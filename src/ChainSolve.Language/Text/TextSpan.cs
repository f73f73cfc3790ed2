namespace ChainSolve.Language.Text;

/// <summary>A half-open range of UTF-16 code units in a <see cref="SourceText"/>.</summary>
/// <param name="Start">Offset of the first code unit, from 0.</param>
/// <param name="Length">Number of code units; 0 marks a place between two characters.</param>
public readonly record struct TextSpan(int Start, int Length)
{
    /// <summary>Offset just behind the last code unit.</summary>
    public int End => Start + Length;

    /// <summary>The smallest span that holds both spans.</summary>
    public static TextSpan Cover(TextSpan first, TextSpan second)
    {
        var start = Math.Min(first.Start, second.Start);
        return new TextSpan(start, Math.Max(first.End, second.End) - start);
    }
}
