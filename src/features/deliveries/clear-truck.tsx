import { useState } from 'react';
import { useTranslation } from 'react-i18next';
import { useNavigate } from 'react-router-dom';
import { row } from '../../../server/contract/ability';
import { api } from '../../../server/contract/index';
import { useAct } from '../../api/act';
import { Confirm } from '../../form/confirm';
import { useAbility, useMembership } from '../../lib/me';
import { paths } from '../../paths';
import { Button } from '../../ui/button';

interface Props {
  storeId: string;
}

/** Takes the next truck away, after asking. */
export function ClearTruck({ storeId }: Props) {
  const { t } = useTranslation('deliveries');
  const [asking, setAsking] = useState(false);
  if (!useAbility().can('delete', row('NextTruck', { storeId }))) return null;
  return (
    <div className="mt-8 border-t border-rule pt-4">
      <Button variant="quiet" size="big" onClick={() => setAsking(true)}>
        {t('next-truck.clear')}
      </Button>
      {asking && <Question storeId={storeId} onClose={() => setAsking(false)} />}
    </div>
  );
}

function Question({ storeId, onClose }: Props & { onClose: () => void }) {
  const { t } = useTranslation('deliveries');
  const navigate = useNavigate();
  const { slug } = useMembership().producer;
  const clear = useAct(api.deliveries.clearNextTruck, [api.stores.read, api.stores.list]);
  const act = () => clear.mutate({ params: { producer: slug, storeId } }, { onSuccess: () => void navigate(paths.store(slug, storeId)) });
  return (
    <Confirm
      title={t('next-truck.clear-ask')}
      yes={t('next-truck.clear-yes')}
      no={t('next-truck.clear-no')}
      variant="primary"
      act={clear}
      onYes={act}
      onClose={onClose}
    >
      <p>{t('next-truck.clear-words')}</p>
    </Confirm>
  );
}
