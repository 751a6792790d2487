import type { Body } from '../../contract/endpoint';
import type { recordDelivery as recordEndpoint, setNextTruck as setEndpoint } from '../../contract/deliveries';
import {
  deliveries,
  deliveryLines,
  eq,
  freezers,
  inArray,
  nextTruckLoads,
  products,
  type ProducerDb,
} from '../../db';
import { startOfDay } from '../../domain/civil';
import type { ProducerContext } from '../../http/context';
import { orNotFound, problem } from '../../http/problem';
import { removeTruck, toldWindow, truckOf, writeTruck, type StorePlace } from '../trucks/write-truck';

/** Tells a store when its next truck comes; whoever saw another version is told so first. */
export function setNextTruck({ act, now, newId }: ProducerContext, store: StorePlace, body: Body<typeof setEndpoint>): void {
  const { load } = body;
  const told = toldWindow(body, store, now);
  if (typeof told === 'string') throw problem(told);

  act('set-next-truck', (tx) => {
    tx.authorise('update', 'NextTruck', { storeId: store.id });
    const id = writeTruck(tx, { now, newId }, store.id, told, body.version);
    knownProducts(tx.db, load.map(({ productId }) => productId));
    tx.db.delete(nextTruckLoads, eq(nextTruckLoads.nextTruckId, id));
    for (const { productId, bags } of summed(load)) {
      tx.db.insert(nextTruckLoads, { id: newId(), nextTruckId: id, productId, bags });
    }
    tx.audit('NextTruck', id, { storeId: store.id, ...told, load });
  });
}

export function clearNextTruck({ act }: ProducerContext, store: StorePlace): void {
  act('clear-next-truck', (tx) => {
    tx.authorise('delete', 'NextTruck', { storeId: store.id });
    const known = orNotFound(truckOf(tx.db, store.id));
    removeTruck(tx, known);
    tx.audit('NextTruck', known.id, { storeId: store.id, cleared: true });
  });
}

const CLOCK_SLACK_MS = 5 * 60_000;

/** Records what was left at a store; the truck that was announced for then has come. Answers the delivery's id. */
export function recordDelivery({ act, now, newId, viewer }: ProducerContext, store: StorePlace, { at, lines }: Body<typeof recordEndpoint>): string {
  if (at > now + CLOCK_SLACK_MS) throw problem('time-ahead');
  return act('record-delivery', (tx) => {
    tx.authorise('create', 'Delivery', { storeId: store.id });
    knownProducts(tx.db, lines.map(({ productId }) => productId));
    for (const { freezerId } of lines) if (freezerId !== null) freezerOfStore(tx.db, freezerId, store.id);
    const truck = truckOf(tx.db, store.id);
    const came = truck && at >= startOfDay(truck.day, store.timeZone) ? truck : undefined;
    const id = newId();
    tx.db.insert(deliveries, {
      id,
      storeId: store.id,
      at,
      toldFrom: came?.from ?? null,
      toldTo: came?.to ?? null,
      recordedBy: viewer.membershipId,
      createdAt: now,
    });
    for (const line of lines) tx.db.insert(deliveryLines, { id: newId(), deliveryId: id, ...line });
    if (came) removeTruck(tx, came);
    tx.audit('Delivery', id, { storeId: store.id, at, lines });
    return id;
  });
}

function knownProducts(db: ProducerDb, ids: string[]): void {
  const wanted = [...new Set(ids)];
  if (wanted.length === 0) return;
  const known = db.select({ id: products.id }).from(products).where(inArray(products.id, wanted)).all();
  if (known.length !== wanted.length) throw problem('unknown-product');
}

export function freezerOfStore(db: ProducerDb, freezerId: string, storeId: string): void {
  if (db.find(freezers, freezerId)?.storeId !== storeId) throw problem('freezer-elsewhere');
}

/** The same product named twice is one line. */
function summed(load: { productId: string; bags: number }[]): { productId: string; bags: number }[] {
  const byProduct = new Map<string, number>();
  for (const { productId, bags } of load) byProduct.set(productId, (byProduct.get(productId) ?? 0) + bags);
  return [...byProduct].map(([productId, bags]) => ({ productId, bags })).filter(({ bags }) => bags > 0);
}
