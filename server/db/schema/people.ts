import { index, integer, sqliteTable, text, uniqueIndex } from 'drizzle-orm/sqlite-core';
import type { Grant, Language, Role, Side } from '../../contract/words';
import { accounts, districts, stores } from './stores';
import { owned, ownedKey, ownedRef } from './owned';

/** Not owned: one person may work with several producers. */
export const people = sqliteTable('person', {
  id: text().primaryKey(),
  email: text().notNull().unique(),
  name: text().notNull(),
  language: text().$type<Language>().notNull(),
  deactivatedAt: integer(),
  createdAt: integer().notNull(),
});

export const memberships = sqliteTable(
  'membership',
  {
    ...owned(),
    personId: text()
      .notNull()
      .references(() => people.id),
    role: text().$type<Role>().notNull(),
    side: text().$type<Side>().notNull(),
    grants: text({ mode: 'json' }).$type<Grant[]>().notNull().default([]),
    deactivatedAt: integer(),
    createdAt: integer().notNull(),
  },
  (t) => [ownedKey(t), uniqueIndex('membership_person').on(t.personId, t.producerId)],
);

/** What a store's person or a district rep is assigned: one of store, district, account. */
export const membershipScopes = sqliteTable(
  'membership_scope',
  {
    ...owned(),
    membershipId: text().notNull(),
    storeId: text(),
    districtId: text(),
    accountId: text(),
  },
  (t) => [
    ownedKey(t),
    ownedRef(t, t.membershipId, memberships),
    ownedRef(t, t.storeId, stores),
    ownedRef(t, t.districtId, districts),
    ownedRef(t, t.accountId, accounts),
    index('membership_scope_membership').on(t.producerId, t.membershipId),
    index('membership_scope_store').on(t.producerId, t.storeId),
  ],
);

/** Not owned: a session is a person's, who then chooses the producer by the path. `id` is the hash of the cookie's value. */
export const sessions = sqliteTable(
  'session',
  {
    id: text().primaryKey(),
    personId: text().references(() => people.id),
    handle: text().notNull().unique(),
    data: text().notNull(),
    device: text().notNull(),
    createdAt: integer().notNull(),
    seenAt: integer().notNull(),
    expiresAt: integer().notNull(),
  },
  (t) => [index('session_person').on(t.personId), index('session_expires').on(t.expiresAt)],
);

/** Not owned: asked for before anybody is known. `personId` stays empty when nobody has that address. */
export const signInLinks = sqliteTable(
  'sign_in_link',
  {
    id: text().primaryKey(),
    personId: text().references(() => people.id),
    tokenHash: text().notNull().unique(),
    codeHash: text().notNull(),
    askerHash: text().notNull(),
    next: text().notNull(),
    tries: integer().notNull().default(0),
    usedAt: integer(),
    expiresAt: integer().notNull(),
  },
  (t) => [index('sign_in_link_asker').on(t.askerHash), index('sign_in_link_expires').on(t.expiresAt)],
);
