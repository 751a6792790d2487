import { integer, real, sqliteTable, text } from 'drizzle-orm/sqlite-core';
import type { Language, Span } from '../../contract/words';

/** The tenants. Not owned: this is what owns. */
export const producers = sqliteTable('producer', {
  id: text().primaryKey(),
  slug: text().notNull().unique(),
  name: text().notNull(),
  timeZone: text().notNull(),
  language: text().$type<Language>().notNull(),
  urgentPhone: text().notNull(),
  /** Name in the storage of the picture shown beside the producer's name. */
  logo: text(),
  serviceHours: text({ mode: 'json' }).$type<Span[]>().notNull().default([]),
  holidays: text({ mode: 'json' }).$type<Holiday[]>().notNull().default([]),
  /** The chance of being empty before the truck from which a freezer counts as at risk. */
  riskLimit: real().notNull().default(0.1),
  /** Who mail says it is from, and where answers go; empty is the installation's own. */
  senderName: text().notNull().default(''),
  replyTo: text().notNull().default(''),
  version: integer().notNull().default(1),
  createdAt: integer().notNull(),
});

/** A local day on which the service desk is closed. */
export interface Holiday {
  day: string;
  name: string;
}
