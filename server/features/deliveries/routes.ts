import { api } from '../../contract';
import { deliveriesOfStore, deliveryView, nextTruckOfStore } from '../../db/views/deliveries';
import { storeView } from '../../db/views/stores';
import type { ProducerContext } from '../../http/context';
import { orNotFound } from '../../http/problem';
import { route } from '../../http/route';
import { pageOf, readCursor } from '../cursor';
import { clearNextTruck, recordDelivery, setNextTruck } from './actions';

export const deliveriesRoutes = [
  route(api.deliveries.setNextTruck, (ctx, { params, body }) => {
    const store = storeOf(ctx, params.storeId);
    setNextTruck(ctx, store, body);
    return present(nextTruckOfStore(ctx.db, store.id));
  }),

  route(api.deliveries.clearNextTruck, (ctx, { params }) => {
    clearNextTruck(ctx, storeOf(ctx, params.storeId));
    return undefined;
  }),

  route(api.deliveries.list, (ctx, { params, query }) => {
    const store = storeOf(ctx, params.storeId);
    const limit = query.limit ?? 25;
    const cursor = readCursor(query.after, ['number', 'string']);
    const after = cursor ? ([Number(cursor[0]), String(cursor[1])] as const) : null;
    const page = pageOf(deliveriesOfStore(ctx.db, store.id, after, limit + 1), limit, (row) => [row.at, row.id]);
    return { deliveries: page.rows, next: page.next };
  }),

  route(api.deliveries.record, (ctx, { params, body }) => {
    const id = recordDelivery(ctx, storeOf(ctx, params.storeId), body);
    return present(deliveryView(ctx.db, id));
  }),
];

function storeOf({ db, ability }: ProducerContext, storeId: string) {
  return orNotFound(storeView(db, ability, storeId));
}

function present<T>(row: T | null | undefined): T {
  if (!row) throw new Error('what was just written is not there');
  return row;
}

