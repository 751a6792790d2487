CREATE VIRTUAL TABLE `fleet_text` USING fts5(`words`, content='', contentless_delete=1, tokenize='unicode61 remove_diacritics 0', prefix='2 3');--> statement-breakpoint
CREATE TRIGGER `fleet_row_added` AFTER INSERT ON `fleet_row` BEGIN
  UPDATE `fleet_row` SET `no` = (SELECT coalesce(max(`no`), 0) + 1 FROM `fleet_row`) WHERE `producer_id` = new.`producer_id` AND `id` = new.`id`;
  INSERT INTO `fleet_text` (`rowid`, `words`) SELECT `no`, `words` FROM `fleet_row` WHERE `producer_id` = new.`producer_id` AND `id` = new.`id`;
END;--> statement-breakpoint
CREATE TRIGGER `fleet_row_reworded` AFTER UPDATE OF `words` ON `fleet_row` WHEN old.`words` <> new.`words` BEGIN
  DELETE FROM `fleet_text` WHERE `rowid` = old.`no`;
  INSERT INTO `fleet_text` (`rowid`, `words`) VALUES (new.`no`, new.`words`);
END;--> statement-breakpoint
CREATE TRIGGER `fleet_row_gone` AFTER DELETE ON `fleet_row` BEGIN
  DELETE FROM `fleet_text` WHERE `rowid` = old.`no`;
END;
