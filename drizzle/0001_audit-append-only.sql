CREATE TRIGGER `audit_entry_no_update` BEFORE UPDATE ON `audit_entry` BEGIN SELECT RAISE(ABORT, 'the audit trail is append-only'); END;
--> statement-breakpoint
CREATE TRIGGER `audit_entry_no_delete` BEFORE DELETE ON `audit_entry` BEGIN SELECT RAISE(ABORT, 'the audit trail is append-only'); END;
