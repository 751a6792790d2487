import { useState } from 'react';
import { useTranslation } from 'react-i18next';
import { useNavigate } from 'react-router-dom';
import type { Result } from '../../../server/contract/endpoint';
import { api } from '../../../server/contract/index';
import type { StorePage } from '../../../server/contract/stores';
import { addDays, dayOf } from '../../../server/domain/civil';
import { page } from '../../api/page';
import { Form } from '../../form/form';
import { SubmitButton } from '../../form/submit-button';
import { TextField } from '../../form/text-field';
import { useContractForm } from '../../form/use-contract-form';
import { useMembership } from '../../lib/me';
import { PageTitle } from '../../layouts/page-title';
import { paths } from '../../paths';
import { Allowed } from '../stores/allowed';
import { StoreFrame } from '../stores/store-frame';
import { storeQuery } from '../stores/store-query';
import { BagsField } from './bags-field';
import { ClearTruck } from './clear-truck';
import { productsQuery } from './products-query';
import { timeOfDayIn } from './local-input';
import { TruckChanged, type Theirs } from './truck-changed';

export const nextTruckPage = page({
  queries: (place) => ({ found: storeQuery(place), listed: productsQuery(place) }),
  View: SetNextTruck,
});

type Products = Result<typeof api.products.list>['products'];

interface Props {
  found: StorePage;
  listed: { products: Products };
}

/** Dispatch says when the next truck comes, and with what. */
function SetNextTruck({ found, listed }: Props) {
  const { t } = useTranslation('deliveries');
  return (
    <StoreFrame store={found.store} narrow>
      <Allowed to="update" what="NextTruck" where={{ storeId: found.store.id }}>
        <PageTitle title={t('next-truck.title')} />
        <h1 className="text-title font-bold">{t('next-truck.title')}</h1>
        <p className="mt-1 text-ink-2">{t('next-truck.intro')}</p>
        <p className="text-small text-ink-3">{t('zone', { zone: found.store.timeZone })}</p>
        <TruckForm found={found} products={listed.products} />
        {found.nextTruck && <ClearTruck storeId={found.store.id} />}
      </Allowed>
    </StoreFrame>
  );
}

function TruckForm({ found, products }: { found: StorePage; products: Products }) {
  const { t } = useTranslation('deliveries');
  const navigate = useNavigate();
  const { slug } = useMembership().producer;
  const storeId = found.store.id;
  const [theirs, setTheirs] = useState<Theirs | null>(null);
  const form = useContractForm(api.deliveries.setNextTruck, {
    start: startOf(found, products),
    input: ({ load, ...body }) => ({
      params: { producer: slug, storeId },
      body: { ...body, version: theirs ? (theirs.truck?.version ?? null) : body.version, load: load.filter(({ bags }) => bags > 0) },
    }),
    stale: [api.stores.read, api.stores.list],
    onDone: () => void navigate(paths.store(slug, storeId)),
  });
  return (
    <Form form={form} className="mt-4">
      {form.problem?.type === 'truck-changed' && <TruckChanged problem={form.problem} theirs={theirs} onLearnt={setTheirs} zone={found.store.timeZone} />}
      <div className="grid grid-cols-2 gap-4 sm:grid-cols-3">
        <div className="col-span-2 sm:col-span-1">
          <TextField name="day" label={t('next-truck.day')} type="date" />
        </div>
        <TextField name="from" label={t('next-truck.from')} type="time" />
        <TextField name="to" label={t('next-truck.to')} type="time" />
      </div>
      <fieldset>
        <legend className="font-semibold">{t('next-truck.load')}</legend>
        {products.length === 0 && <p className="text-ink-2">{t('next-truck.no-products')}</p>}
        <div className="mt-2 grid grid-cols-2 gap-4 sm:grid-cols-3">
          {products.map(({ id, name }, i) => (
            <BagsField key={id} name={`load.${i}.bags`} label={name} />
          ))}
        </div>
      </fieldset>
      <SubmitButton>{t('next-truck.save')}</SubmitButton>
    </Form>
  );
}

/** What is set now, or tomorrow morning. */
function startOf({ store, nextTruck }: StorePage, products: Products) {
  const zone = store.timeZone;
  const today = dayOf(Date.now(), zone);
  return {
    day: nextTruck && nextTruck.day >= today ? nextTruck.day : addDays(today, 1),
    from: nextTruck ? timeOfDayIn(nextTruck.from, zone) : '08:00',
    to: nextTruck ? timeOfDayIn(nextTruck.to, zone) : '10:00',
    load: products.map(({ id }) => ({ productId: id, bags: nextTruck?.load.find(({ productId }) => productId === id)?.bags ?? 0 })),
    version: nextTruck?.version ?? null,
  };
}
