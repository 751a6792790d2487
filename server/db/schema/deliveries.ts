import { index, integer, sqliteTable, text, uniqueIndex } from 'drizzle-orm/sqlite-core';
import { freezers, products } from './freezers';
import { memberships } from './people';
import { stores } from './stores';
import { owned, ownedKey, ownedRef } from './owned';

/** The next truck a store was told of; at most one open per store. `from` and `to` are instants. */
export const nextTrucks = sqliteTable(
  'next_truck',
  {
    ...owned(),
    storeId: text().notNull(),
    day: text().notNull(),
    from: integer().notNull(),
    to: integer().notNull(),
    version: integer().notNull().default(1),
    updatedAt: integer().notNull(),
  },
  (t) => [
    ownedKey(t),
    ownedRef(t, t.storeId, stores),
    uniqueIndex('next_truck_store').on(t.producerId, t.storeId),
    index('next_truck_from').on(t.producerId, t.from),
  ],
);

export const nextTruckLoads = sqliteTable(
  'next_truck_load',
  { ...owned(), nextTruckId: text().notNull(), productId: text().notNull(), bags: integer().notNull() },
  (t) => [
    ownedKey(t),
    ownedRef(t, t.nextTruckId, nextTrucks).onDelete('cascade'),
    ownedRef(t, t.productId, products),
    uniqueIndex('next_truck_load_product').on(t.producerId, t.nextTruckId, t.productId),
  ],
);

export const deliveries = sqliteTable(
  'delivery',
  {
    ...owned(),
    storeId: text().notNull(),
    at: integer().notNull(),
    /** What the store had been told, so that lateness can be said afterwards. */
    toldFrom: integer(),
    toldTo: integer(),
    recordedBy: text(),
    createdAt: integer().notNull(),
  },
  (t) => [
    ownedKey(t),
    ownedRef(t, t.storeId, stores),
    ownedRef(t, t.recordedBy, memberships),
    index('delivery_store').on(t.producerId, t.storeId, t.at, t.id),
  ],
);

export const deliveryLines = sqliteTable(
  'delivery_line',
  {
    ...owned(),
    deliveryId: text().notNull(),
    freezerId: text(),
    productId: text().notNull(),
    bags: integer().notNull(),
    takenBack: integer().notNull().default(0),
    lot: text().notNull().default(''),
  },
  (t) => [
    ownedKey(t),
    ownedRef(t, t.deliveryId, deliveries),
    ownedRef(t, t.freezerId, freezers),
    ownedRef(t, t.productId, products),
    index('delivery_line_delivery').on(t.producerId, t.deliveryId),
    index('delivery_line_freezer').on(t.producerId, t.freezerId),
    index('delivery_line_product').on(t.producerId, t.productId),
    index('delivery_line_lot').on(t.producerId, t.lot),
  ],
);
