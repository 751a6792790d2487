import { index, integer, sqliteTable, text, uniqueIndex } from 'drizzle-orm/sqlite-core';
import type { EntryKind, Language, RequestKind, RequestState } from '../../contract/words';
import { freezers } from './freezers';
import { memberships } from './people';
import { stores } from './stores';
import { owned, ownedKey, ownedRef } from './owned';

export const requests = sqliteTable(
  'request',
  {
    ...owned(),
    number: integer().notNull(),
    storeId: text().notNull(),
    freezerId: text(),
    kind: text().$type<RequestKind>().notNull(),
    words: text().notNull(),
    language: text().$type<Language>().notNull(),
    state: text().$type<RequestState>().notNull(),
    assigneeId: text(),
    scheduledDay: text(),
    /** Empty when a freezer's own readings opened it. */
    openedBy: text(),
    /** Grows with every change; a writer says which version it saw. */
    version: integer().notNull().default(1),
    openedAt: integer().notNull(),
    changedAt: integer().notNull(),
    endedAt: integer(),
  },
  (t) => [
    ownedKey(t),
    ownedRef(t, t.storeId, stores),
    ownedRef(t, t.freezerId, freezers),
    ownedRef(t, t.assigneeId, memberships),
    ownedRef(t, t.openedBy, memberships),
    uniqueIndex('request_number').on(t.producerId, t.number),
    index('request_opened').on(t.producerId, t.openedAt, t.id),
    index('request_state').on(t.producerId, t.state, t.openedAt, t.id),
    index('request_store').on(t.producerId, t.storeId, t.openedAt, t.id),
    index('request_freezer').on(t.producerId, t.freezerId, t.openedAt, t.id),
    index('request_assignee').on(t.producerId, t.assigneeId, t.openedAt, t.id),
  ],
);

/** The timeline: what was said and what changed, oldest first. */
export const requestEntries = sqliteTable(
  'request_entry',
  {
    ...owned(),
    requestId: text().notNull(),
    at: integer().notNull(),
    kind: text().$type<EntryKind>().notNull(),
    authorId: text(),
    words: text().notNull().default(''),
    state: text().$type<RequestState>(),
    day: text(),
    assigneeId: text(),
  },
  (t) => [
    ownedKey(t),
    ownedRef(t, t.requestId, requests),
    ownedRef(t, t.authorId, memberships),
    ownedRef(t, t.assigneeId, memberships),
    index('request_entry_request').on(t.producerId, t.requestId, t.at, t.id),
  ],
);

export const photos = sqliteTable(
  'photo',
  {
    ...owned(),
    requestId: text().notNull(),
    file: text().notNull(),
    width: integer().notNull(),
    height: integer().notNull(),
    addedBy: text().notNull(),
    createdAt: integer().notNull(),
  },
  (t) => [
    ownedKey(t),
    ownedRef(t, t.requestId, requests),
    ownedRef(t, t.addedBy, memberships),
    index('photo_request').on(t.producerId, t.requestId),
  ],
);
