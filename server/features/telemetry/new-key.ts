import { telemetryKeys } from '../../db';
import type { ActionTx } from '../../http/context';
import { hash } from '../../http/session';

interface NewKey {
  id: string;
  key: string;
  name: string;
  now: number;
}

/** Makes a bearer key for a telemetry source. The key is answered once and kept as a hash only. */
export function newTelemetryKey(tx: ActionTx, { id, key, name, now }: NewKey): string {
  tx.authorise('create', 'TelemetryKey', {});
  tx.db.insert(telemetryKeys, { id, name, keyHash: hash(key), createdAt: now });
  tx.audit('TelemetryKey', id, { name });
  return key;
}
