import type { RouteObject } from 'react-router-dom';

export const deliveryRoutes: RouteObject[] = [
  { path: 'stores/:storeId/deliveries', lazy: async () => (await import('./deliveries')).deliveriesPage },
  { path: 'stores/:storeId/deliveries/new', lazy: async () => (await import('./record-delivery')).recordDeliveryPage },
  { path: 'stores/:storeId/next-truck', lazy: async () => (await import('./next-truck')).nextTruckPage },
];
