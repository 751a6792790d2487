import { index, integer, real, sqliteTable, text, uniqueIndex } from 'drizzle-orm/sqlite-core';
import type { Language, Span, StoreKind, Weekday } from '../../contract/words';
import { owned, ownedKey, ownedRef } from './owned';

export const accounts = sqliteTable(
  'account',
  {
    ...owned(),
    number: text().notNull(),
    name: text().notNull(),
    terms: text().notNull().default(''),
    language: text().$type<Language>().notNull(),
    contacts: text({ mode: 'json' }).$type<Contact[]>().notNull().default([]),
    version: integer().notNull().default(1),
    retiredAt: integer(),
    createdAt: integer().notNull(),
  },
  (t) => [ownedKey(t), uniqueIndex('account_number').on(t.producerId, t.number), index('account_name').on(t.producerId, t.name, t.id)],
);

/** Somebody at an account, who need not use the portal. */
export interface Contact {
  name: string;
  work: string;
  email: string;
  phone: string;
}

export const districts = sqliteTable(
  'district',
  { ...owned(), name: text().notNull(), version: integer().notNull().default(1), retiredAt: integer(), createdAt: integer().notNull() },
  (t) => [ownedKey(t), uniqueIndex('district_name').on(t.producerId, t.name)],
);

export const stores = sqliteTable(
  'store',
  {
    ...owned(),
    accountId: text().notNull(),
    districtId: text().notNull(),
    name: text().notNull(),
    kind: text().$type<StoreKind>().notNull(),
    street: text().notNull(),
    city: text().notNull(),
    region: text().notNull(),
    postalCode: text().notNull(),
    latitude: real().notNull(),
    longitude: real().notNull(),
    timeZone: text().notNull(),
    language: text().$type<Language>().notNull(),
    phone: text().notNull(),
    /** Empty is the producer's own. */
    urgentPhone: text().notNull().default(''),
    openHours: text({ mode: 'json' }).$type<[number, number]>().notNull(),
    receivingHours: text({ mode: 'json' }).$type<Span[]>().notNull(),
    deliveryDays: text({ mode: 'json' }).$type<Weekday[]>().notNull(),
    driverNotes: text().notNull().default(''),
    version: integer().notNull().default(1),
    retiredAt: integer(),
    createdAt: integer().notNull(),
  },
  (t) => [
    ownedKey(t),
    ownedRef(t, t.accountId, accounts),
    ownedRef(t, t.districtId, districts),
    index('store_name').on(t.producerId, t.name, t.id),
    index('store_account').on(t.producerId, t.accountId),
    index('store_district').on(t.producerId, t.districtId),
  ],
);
▬▬▬
Only one stretch of the records above is wanted: the lines between the one holding "const byProduct = new" and the one holding "return [...byProduct].map(([productId, bags])", inclusive, reproduced exactly.

  const byProduct = new Map<string, number>();
  for (const { productId, bags } of load) byProduct.set(productId, (byProduct.get(productId) ?? 0) + bags);
  return [...byProduct].map(([productId, bags]) => ({ productId, bags })).filter(({ bags }) => bags > 0);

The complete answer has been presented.